*** Opening Input for this task ***

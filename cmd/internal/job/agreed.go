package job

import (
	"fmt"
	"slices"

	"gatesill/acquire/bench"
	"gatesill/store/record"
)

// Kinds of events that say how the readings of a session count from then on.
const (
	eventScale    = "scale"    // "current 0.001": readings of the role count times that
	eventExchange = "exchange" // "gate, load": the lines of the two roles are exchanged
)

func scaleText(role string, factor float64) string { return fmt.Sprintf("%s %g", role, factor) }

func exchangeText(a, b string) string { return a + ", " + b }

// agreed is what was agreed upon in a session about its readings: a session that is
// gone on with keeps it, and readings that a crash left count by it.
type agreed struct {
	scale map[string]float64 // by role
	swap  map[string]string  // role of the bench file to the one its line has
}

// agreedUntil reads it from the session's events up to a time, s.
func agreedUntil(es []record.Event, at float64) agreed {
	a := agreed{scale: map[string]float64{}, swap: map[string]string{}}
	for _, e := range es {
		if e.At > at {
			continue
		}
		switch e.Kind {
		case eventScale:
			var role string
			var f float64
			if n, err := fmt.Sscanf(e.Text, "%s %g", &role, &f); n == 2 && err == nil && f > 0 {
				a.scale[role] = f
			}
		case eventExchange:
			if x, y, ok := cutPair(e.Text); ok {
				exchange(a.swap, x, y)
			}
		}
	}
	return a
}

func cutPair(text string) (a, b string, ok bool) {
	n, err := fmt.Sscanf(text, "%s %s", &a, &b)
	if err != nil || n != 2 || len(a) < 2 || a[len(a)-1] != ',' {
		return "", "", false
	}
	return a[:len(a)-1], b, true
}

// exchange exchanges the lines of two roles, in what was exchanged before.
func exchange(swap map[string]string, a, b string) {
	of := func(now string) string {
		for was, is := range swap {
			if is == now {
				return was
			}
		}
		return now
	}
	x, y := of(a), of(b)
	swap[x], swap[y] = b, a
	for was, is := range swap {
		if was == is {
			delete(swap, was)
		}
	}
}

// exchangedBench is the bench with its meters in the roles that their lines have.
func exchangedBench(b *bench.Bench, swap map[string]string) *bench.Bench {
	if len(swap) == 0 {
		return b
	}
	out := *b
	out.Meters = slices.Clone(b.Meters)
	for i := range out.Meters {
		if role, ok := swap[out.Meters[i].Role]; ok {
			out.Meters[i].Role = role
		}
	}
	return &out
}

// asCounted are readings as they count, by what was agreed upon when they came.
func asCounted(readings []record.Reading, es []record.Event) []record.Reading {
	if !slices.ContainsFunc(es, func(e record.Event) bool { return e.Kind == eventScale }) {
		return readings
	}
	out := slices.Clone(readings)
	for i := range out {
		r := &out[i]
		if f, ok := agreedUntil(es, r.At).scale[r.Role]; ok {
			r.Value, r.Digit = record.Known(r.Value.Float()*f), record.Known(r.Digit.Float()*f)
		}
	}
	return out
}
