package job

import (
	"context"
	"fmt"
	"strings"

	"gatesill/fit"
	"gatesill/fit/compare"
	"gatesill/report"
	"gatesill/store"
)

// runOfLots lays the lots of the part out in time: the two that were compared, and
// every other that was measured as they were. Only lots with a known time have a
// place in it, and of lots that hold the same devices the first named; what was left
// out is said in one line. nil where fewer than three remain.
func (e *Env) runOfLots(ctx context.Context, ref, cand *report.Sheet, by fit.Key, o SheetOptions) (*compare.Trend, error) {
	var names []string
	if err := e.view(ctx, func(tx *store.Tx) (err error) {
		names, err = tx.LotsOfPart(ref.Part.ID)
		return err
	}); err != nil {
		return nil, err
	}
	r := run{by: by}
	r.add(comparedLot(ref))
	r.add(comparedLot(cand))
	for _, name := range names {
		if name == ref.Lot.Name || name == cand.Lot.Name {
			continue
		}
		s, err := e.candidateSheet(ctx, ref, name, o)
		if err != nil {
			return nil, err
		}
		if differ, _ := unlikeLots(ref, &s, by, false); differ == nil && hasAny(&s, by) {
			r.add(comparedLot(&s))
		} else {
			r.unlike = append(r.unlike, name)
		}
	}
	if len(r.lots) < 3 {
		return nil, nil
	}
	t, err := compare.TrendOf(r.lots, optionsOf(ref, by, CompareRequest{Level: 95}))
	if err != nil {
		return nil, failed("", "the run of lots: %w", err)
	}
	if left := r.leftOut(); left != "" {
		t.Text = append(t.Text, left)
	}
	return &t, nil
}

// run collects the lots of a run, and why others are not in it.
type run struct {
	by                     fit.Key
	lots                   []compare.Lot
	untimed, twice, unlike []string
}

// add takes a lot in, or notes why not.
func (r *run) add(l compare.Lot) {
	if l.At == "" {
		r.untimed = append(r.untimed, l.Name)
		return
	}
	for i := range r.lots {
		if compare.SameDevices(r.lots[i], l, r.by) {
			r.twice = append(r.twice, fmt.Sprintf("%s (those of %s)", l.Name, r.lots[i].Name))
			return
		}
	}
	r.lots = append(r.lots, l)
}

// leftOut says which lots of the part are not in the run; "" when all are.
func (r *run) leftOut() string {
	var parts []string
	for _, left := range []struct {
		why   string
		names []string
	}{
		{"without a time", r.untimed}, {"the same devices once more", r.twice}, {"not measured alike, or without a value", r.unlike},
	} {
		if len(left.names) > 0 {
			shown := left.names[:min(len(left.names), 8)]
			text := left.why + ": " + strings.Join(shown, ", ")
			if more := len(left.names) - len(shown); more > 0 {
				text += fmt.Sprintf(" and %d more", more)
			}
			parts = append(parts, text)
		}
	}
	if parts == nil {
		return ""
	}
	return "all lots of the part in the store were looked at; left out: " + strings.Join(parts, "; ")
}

*** Closing Input for this task ***

## Task objective
Count, in the records above, the lines that include "names", and give the number with nothing added.

## Task result
7